In Istanbul, it was only when we were accosted by a Syrian family begging for money that my son became fully engaged with the subject of homelessness and precarious living. Here was a family who had fled the violence of civil war. He had heard about the Syrian conflict on television, and war was a feature of books he had read and films he had seen. He referred back to the girl with the accordion. Maybe, he thought, she had come from Syria? He began to construct a picture of her life, imagining her trudging through the mountains and the cold to reach Istanbul. Did she sleep in a station, he asked, or in an empty, derelict house with a sister, or a father? What did she think about as she played the accordion?
I could see my son battling with concepts that were far from his life and that directly challenged many of his beliefs. The next day, we looked for the girl with the accordion. She had disappeared. But the orange cloth she had used to collect money was still on the pavement, and people were walking round it. Perhaps they were trying to work out where it had come from? An absence and a puzzling presence. And no resolution for my son.
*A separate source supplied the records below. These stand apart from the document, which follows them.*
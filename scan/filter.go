package scan

import (
	"errors"
	"fmt"
	"math"
)

// GaussianAlpha is the weighting constant α = sqrt(ln 2 / π) ≈ 0.4697 of
// the Gaussian filter of ISO 16610-21 and ISO 16610-61, which gives 50 %
// transmission at the cut-off wavelength.
var GaussianAlpha = math.Sqrt(math.Ln2 / math.Pi)

// FilterMethod names a form filter.
type FilterMethod string

// Form filters.
const (
	// FilterRobust is the robust areal Gaussian regression filter of ISO
	// 16610-71: Gaussian regression reweighted by Tukey's biweight of the
	// residuals until the weights settle, so outliers and steps do not
	// pull the form. The default.
	FilterRobust FilterMethod = "robust"
	// FilterGaussian is the linear areal Gaussian filter of ISO 16610-61
	// (as a regression filter: edge-corrected at the rim).
	FilterGaussian FilterMethod = "gaussian"
)

// FilterOrder is the degree of the local polynomial a regression filter
// fits at each cell.
type FilterOrder int

// Regression orders. OrderAuto is the default: first order for both
// filters. Wherever the window is full and its weights symmetric, first
// order equals the zeroth-order filter of ISO 16610-71; at the rim it keeps
// planes exact (our documented edge treatment). Second order keeps
// quadrics exact too, at about 2.5 times the cost.
const (
	OrderAuto FilterOrder = iota
	Order0                // local constant (normalised convolution)
	Order1                // local plane: exact on planes, also at the rim
	Order2                // local quadric: exact on quadrics
)

// FilterOptions sets up Filter.
type FilterOptions struct {
	// CutoffM is the cut-off wavelength λc, m; 0 turns the filter off.
	CutoffM float64
	// Method is FilterRobust (when empty) or FilterGaussian.
	Method FilterMethod
	// Order is the regression order; OrderAuto picks the method's default.
	Order FilterOrder
	// MaxIterations bounds the robust filter's reweighting passes; 0
	// means 20.
	MaxIterations int
}

// FilterResult is a form surface and what the filter removed.
type FilterResult struct {
	// Form is the filtered surface, on the same grid and with the same cell
	// states as the input.
	Form *Surface
	// CutoffM is the cut-off wavelength λc, m (0: filter off).
	CutoffM float64
	// Method and Order say which filter ran (Order as the polynomial
	// degree 0, 1 or 2); Iterations counts its regression passes.
	Method     FilterMethod
	Order      int
	Iterations int
	// NoiseM is the RMS of raw − filtered over the Measured cells the
	// filter gave weight (the robust filter's zero-weight cells are
	// outliers, not noise), m.
	NoiseM float64
	// ZeroWeightCells counts the Measured cells the robust filter gave no
	// weight in the end.
	ZeroWeightCells int
}

// FormFilter low-pass filters the base cells of raw with the linear areal
// Gaussian filter of ISO 16610-61 at the cut-off wavelength cutoffM (m), as
// a first-order regression filter. The weighting function is
//
//	s(x, y) = 1/(α λc)² · exp(−π (x² + y²)/(α λc)²),  α = sqrt(ln 2 / π),
//
// applied separably along x and y and truncated at ±λc, where it has fallen
// to 7e-7 of its peak. Its transmission is exp(−π (α λc/λ)²): 50 % at
// λ = λc.
//
// At the rim the window holds fewer base cells. The filter is then taken as
// a normalised convolution of first order over the base cells (Measured and
// Filled) only: at each cell it fits a plane to the base cells in the
// window by least squares weighted by s, and takes that plane's height at
// the cell. Away from the rim this is the plain Gaussian filter; at the rim
// it keeps planes exact and, unlike zero-order normalisation, does not pull
// a dished or domed rim toward the interior by the local slope times the
// window's off-centre shift.
//
// cutoffM = 0 returns a copy of raw (filter off, NoiseM 0). A positive
// cut-off must span at least 4 cells, so that the sampled kernel has no
// aliasing to speak of. FormFilter is Filter with FilterGaussian.
func FormFilter(raw *Surface, cutoffM float64) (*FilterResult, error) {
	return Filter(raw, FilterOptions{CutoffM: cutoffM, Method: FilterGaussian})
}

// Filter separates the form of raw's base cells from noise and outliers
// with the regression filter opt names (see FormFilter for the weighting
// function, the cut-off and the rim).
//
// The robust filter (the default) is the robust Gaussian regression
// filter of ISO 16610-71 (areal; ISO/TS 16610-31 for profiles), after
// Brinkmann, Bodschwinna & Lemke (2001, Int. J. Mach. Tools Manuf. 41,
// 2153–2161; from memory): a first regression pass with weights from a
// median reference (see medianStartWeights; the standard starts with unit
// weights), then passes with the weights δ = (1 − (r/c)²)² for |r| < c, else 0, where r
// is raw − form and c = 4.4 × the median absolute deviation of r over the
// Measured cells (floored at 4.4 × 0.6745 µm, below any scanner's noise),
// until c changes by less than 0.5 % between passes (our choice) or
// MaxIterations passes. A spike or a step then moves the form by a small
// fraction of what it moves the linear filter.
func Filter(raw *Surface, opt FilterOptions) (*FilterResult, error) {
	if raw == nil {
		return nil, errors.New("scan: filter: nil surface")
	}
	if err := checkSurface(raw); err != nil {
		return nil, fmt.Errorf("scan: filter: %w", err)
	}
	cutoffM := opt.CutoffM
	if math.IsNaN(cutoffM) || math.IsInf(cutoffM, 0) || cutoffM < 0 {
		return nil, fmt.Errorf("scan: filter: cut-off %g m is not a finite non-negative length", cutoffM)
	}
	method := opt.Method
	if method == "" {
		method = FilterRobust
	}
	if method != FilterRobust && method != FilterGaussian {
		return nil, fmt.Errorf("scan: filter: unknown method %q (want %q or %q)", method, FilterRobust, FilterGaussian)
	}
	order := opt.Order
	if order == OrderAuto {
		order = Order1
	}
	if order < Order0 || order > Order2 {
		return nil, fmt.Errorf("scan: filter: regression order %d, want 0, 1 or 2", int(order)-1)
	}
	maxIt := opt.MaxIterations
	if maxIt == 0 {
		maxIt = 20
	}
	if maxIt < 0 {
		return nil, fmt.Errorf("scan: filter: %d iterations", maxIt)
	}
	if cutoffM == 0 {
		return &FilterResult{Form: raw.Clone(), Method: method, Order: int(order) - 1}, nil
	}
	if cutoffM < 4*raw.CellM {
		return nil, fmt.Errorf("scan: filter: cut-off %.3g mm is under 4 grid cells (cell %.3g mm); raise the cut-off or refine the grid",
			cutoffM*1e3, raw.CellM*1e3)
	}
	n := raw.Nx * raw.Ny
	w := make([]float64, n)
	nBase := 0
	for k := range w {
		if raw.InBase(k) {
			w[k] = 1
			nBase++
		}
	}
	if nBase == 0 {
		return nil, errors.New("scan: filter: surface has no base cells")
	}
	reg := newGaussRegression(raw.Nx, raw.Ny, cutoffM/raw.CellM, int(order)-1)
	form := raw.Clone()
	if method == FilterRobust {
		medianStartWeights(raw, cutoffM, w, nBase)
	}
	reg.apply(w, raw.ZM, form.ZM, raw.InBase)
	res := &FilterResult{Form: form, CutoffM: cutoffM, Method: method, Order: int(order) - 1, Iterations: 1}
	if method == FilterRobust {
		fillUnweighted(raw, form)
		robustPasses(raw, form, w, reg, maxIt, res)
	}
	var ss float64
	nm := 0
	for p := range n {
		if raw.State[p] == Measured && w[p] > 0 {
			r := raw.ZM[p] - form.ZM[p]
			ss += r * r
			nm++
		} else if raw.State[p] == Measured {
			res.ZeroWeightCells++
		}
	}
	if nm > 0 {
		res.NoiseM = math.Sqrt(ss / float64(nm))
	}
	return res, nil
}

// robustPasses reweights and refits form until the biweight scale settles
// (see Filter), leaving the final weights in w.
func robustPasses(raw, form *Surface, w []float64, reg *gaussRegression, maxIt int, res *FilterResult) {
	n := len(w)
	r := make([]float64, 0, n)
	cPrev := 0.0
	for res.Iterations < maxIt {
		r = r[:0]
		for p := range n {
			if raw.State[p] == Measured {
				r = append(r, raw.ZM[p]-form.ZM[p])
			}
		}
		c := BiweightC * max(madOf(r), outlierSigmaFloorM/madToSigma)
		if cPrev > 0 && math.Abs(c-cPrev) <= 5e-3*cPrev {
			break
		}
		cPrev = c
		parallelRows(n, func(p0, p1 int) { // each cell's weight on its own
			for p := p0; p < p1; p++ {
				if raw.InBase(p) {
					w[p] = biweight(raw.ZM[p]-form.ZM[p], c)
				}
			}
		})
		reg.apply(w, raw.ZM, form.ZM, raw.InBase)
		res.Iterations++
		fillUnweighted(raw, form)
	}
}

// fillUnweighted gives a base cell whose whole window lost its weight
// (form NaN) the raw height.
func fillUnweighted(raw, form *Surface) {
	parallelRows(len(form.ZM), func(p0, p1 int) {
		for p := p0; p < p1; p++ {
			if raw.InBase(p) && math.IsNaN(form.ZM[p]) {
				form.ZM[p] = raw.ZM[p]
			}
		}
	})
}

// medianStartWeights sets the robust filter's first weights: the biweight,
// with twice the usual c, of each base cell's residual from a median
// reference (the median of the cells in 1/8-cut-off blocks, then of those
// block medians over 7×7 blocks, interpolated bilinearly; see refStart).
// A median keeps steps and ignores spikes, so the first regression pass
// does not smear them (a documented departure from ISO 16610-71's linear
// first pass, which a step or a cluster of outliers can trap). nBase is
// the number of base cells.
func medianStartWeights(raw *Surface, cutoffM float64, w []float64, nBase int) {
	x, y, z := make([]float64, 0, nBase), make([]float64, 0, nBase), make([]float64, 0, nBase)
	for p := range w {
		if raw.InBase(p) {
			x = append(x, raw.X(p%raw.Nx))
			y = append(y, raw.Y(p/raw.Nx))
			z = append(z, raw.ZM[p])
		}
	}
	g := newRefGrid(x, y, max(cutoffM/refCellsPerCutoff, raw.CellM))
	cellOf := make([]int32, len(z))
	for i := range z {
		cellOf[i] = int32(g.cell(x[i], y[i]))
	}
	byCell, start := samplesByCell(cellOf, g.nx*g.ny)
	f := refStart(g, byCell, start, z)
	r := make([]float64, len(z))
	residuals(g, f, x, y, z, r)
	c := 2 * BiweightC * max(madOf(r), outlierSigmaFloorM/madToSigma)
	t := 0
	for p := range w {
		if raw.InBase(p) {
			w[p] = 0
			if !math.IsNaN(r[t]) {
				w[p] = biweight(r[t], c)
			}
			t++
		}
	}
}

// checkSurface reports a malformed surface (sizes, cell length).
func checkSurface(s *Surface) error {
	if s.Nx <= 0 || s.Ny <= 0 || len(s.ZM) != s.Nx*s.Ny || len(s.State) != s.Nx*s.Ny {
		return fmt.Errorf("malformed surface (%d×%d cells, %d heights, %d states)", s.Nx, s.Ny, len(s.ZM), len(s.State))
	}
	if !(s.CellM > 0) || math.IsInf(s.CellM, 0) {
		return fmt.Errorf("cell length %g m is not positive and finite", s.CellM)
	}
	return nil
}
Street children are the product of many compounded flaws: our continued failure to halt endemic violence against women and children, our incapacity to stem extreme poverty, our inability to resolve conflicts, or even to deal equitably with natural disasters. Locking them up, or repressing them, won’t resolve any of these global issues. It won’t remove the fear and guilt abandoned children inspire in us either.
It is easy to say that the young lives of untamed children and adolescents have nothing to do with us, or that they live in a dimension we cannot understand. And yet each street child I have met has had a unique story, and a richness of experience that holds lessons for all. Maybe that is why it pains me all the more that street children are ignored, barely acknowledged. They’re forced to exist in a world parallel to ours, and, out there, in their other world, in their bus stations and gutters, in the filth and vileness of their refuse dumps, they survive as best they can, with the same emotions we all share. Our greatest insult to them is to remove their humanity even further by not recognising a part of ourselves in them. We diminish ourselves by refusing to look them in the eye.